I'm adopted. The very limited information we had on my mother we thought implied that she was possibly single, since there was no listed father and her information was woefully inadequate: name, height, city of residence (yeah, I'm fucked when it came to family medical history). Still, like probably the vast majority of adopted kids, I had to question why they would decide they could do without me. Even if it was a young unwed mother without the capacity to care for me.

Only a few years back, I learned a lot more. I learned that I was actually the fourth child in a family. That I was, in fact, a child that my parents decided they could literally do without.

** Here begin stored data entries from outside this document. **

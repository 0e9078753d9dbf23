"""chiropt.autodiff: the faster indexing and broadcasting rules give autograd's results."""

from __future__ import annotations

import autograd.numpy as anp
import numpy as np
import pytest
from autograd import grad
from autograd.numpy.numpy_vjps import untake
from autograd.core import vspace

import chiropt.autodiff as ad

RNG = np.random.default_rng(3)

CASES = [  # (cotangent shape, operand shape, broadcast_idx)
    ((4, 3), (4, 3), 0), ((1, 3), (1, 3), 0), ((5, 4, 3), (4, 3), 0), ((5, 4, 3), (1, 3), 0),
    ((2, 1, 6), (1, 1, 6), 0), ((4, 3, 2), (4, 1, 1), 0), ((3, 4, 5), (3,), -1),
    ((3, 4, 5, 2), (3, 2), 1), ((), (), 0),
]


@pytest.mark.parametrize("complex_x", [False, True])
@pytest.mark.parametrize("complex_target", [False, True])
@pytest.mark.parametrize("shape_x, shape_t, idx", CASES)
def test_unbroadcast_equals_autograds_rule(shape_x, shape_t, idx, complex_x, complex_target):
    # autograd (reference library): its own unbroadcast, kept as AUTOGRAD_UNBROADCAST
    x = RNG.normal(size=shape_x) + (1j * RNG.normal(size=shape_x) if complex_x else 0)
    target = np.zeros(shape_t, dtype=complex if complex_target else float)
    meta = anp.metadata(target)
    ours = ad.unbroadcast(x, meta, idx)
    ref = ad.AUTOGRAD_UNBROADCAST(x, meta, idx)
    assert np.shape(ours) == np.shape(ref)
    assert np.iscomplexobj(ours) == np.iscomplexobj(ref)
    np.testing.assert_allclose(ours, ref, rtol=1e-14, atol=1e-14)


@pytest.mark.parametrize("idx", [(slice(1, 3), 0), (Ellipsis, None, 2), 1, (slice(None), -1),
                                 np.int64(0), (Ellipsis, slice(None, None, 2))])
def test_basic_index_scatter_equals_add_at(idx):
    # autograd (reference library): its untake (numpy.add.at) on the same index
    A = RNG.normal(size=(4, 5, 3))
    g = RNG.normal(size=np.shape(A[idx]))
    vs = vspace(A)
    ours = ad.untake_basic(g, idx, vs).mut_add(np.zeros_like(A))
    ref = untake(g, idx, vs).mut_add(np.zeros_like(A))
    np.testing.assert_array_equal(ours, ref)
    assert ad._is_basic(idx)


def test_repeated_advanced_index_still_accumulates():
    # common practice, no source: d/dx sum(x[[0, 0, 2]]) = (2, 0, 1); repeats need add.at
    assert not ad._is_basic(([0, 0, 2],))
    g = grad(lambda x: anp.sum(x[np.array([0, 0, 2])] ** 2))(np.array([1.0, 2.0, 3.0]))
    np.testing.assert_array_equal(g, [4.0, 0.0, 6.0])


def test_second_derivative_through_a_slice_and_a_broadcast():
    # common practice, no source: f(x) = sum_jk (x_k w_j)^3 over k >= 1 has the diagonal
    # Hessian 6 x_k sum_j w_j^3; its product with ones, by reverse-of-reverse
    w = RNG.normal(size=(3, 1))
    x0 = RNG.normal(size=(4,))

    def f(x):
        return anp.sum((x[1:][None, :] * w) ** 3)

    hv = grad(lambda x: anp.sum(grad(f)(x) * np.ones(4)))(x0)
    expected = np.concatenate([[0.0], 6 * x0[1:] * np.sum(w ** 3)])
    np.testing.assert_allclose(hv, expected, rtol=1e-13)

But the more I thought about it, the more it made sense, and the letter I received from my birth mother enforced it. Korea, at the time of my birth, was going through a huge economic change and the situation was extremely unstable for most low-to-middle class. There's actually a fair number of kids around my age that were adopted out as well, more so than the decade before. Anyway, the economic stress was pretty bad in some places and both maintaining a family as well as the outlook for the kids that would eventually grow up and enter society was fairly bad. My parents, it seems, had to make the choice: have an abortion (bigger taboo than in the West, IMO), raise me themselves, or adoption.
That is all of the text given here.